The `@app.handler` decorated function runs for every http call, and is used to run inference or training workloads against your model(s).

| Args     | Type | Description                                                                                       |
| ------- | ---- | ------------------------------------------------------------------------------------------------- |
| cache   | dict | The app's cache, set with set_cache()                                                             |
| json_in | dict | The json body of the input call. If using the Banana client SDK, this is the same as model_inputs |

| Return | Type | Description                                                                                              |
| ---------- | ---- | -------------------------------------------------------------------------------------------------------- |
| json_out   | dict | The json body to return to the client. If using the Banana client SDK, this is the same as model_outputs |

There may only be one `@app.handler` function.

---

## app.serve()

`app.serve` runs the server, and is a blocking operation.

---

## app.set_cache()

```python
app.set_cache({})
```

`app.set_cache` saves the input dictionary to the app's cache, for reuse in future calls. It may be used in both the `@app.init` and `@app.handler` functions.

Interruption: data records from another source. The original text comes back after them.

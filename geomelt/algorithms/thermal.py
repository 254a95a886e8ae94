"""Registered algorithm: thermal state of the lithosphere per cell."""

from __future__ import annotations

import dataclasses
from collections.abc import Mapping

import numpy as np

from geomelt.algorithms.base import Algorithm
from geomelt.layers import OutputLayer
from geomelt.parameters import ThermalParameters
from geomelt.physics.thermal_state import thermal_state

__all__ = ["THERMAL_STATE", "isotherm_layer_name", "temperature_layer_name"]


def _number_token(value: float) -> str:
    """``5.0 -> '5'``, ``2.5 -> '2p5'`` (no dots in file names)."""
    return f"{value:g}".replace(".", "p").replace("-", "m")


def temperature_layer_name(depth_km: float) -> str:
    """Output name of the temperature map at ``depth_km``."""
    return f"temperature_{_number_token(depth_km)}km_c"


def isotherm_layer_name(temperature_c: float) -> str:
    """Output name of the depth map of the ``temperature_c`` isotherm."""
    return f"isotherm_{_number_token(temperature_c)}c_depth_km"


def _outputs(params: ThermalParameters) -> tuple[OutputLayer, ...]:
    fixed = (
        OutputLayer(
            "moho_temperature_c",
            "degC",
            "Moho temperature",
            "Temperature at the base of the crust from the steady geotherm (conductive above "
            "the thermal lithosphere base, mantle adiabat below)",
        ),
        OutputLayer(
            "lab_depth_km",
            "km",
            "Thermal lithosphere base depth",
            "Depth where the conductive geotherm meets the mantle adiabat (continents) or the "
            "half-space thermal boundary-layer base (oceanic cells); nodata where deeper than "
            "the search limit",
            calibration=(
                "lithosphere base deeper than lab_max_depth_km, or crust producing more heat "
                "than the surface heat flow carries (Hasterok & Chapman 2011 partition)"
            ),
        ),
        OutputLayer(
            "moho_heat_flow_mw_m2",
            "mW m-2",
            "Heat flow at the Moho",
            "Conductive heat flow entering the crust from below",
        ),
        OutputLayer(
            "oceanic_plate_age_ma",
            "Ma",
            "Plate age implied by heat flow (oceanic cells)",
            "Age of oceanic lithosphere whose GDH1 heat flow equals the observed heat flow; "
            "nodata for continental cells",
        ),
    )
    temps = tuple(
        OutputLayer(
            temperature_layer_name(d),
            "degC",
            f"Temperature at {d:g} km depth",
            f"Steady-state temperature {d:g} km below the surface",
        )
        for d in params.temperature_depths_km
    )
    isos = tuple(
        OutputLayer(
            isotherm_layer_name(t),
            "km",
            f"Depth of the {t:g} degC isotherm",
            f"Shallowest depth where the geotherm reaches {t:g} degC",
        )
        for t in params.isotherms_c
    )
    geothermal = (
        OutputLayer(
            "screening_temperature_c",
            "degC",
            f"Temperature at the geothermal screening depth ({params.screening_temperature_depth_km:g} km)",
            "Steady-state temperature at screening_temperature_depth_km below the surface, the "
            "depth scored by the geothermal temperature factor",
        ),
        OutputLayer(
            "direct_use_isotherm_depth_km",
            "km",
            f"Depth of the direct-use isotherm ({params.direct_use_isotherm_c:g} degC)",
            "Shallowest depth of the direct_use_isotherm_c isotherm (district heating, "
            "industrial heat; common practice)",
        ),
        OutputLayer(
            "binary_isotherm_depth_km",
            "km",
            f"Depth of the binary-power isotherm ({params.binary_isotherm_c:g} degC)",
            "Shallowest depth of the binary_isotherm_c isotherm (binary-cycle power; common "
            "practice)",
        ),
        OutputLayer(
            "flash_isotherm_depth_km",
            "km",
            f"Depth of the flash-steam isotherm ({params.flash_isotherm_c:g} degC)",
            "Shallowest depth of the flash_isotherm_c isotherm (flash-steam power; common "
            "practice)",
        ),
    )
    return fixed + temps + isos + geothermal


def _compute(arrays: Mapping[str, np.ndarray], params: ThermalParameters) -> dict:
    # the geothermal screening depth and isotherms ride along with the mapped ones
    depths = (*params.temperature_depths_km, params.screening_temperature_depth_km)
    isotherms = (
        *params.isotherms_c,
        params.direct_use_isotherm_c,
        params.binary_isotherm_c,
        params.flash_isotherm_c,
    )
    full = dataclasses.replace(params, temperature_depths_km=depths, isotherms_c=isotherms)
    state = thermal_state(arrays["crustal_thickness_km"], arrays["heat_flow_mw_m2"], full)
    out = {
        "moho_temperature_c": state["moho_temperature_c"],
        "lab_depth_km": state["lab_depth_km"],
        "moho_heat_flow_mw_m2": state["moho_heat_flow_mw_m2"],
        "oceanic_plate_age_ma": state["plate_age_ma"],
    }
    # the parameter set may sort and merge the tuples: look each value up by position
    depth_at = {d: i for i, d in enumerate(full.temperature_depths_km)}
    isotherm_at = {t: i for i, t in enumerate(full.isotherms_c)}
    for d in params.temperature_depths_km:
        out[temperature_layer_name(d)] = state["temperature_at_depths_c"][depth_at[d]]
    for t in params.isotherms_c:
        out[isotherm_layer_name(t)] = state["isotherm_depths_km"][isotherm_at[t]]
    depth = params.screening_temperature_depth_km
    out["screening_temperature_c"] = state["temperature_at_depths_c"][depth_at[depth]]
    for name, t in (
        ("direct_use_isotherm_depth_km", params.direct_use_isotherm_c),
        ("binary_isotherm_depth_km", params.binary_isotherm_c),
        ("flash_isotherm_depth_km", params.flash_isotherm_c),
    ):
        out[name] = state["isotherm_depths_km"][isotherm_at[t]]
    return out


THERMAL_STATE = Algorithm(
    id="thermal_state",
    version="1.0",
    title="Lithosphere thermal state",
    description=(
        "Steady-state geotherm per cell from surface heat flow and crustal thickness: "
        "continental conduction with radiogenic heat production decreasing with depth, "
        "surface heat flow split into crustal and mantle parts, a mantle adiabat from the "
        "potential temperature below the thermal lithosphere, and half-space cooling for "
        "oceanic cells. Gives Moho temperature, thermal lithosphere base, temperatures at "
        "chosen depths and depths of chosen isotherms, and the temperature at the geothermal "
        "screening depth and the depths of the direct-use, binary and flash isotherms."
    ),
    inputs=("crustal_thickness_km", "heat_flow_mw_m2"),
    parameters=ThermalParameters,
    outputs=_outputs,
    compute=_compute,
    references=(
        "Turcotte, D.L. & Schubert, G. (2002) Geodynamics, 2nd ed., sections 4-8 and 4-16",
        "Hasterok, D. & Chapman, D.S. (2011) Heat production and geotherms for the continental "
        "lithosphere. EPSL 307, 59-70",
        "Pollack, H.N. & Chapman, D.S. (1977) On the regional variation of heat flow, geotherms "
        "and lithospheric thickness. Tectonophysics 38, 279-296",
        "Stein, C.A. & Stein, S. (1992) A model for the global variation in oceanic depth and "
        "heat flow with lithospheric age. Nature 359, 123-129",
        "Herzberg, C., Condie, K. & Korenaga, J. (2010) Thermal history of the Earth and its "
        "petrological expression. EPSL 292, 79-88",
    ),
    keywords=("geotherm", "heat flow", "lithosphere", "Moho temperature"),
)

`app.set_cache` overwrites any preexisting cache.

---

## app.get_cache()

```python
cache = app.get_cache()
```

`app.get_cache` fetches the dictionary to the app's cache. This value is automatically provided for you as the `cache` argument in the `@app.handler` function.

---

## app.optimize(model)

```python
model # some pytorch model
app.optimize(model)
```

`app.optimize` is a feature specific to users hosting on [Banana's serverless GPU infrastructure](https://banana.dev). It is run during buildtime rather than runtime, and is used to locate the model(s) to be targeted for Banana's Fastboot optimization.

Multiple models may be optimized. Only Pytorch models are currently supported.

---

## @app.result_webhook(url)

```python
@app.handler
@app.result_webhook(url="http://localhost:8001/")
def handler(cache: dict, json_in: dict) -> dict:
    # ...
    return {"outputs": outputs}
```

`app.result_webhook` is an optional decorator for the handler function. If added, it posts the handler return json onward to the given webhook url.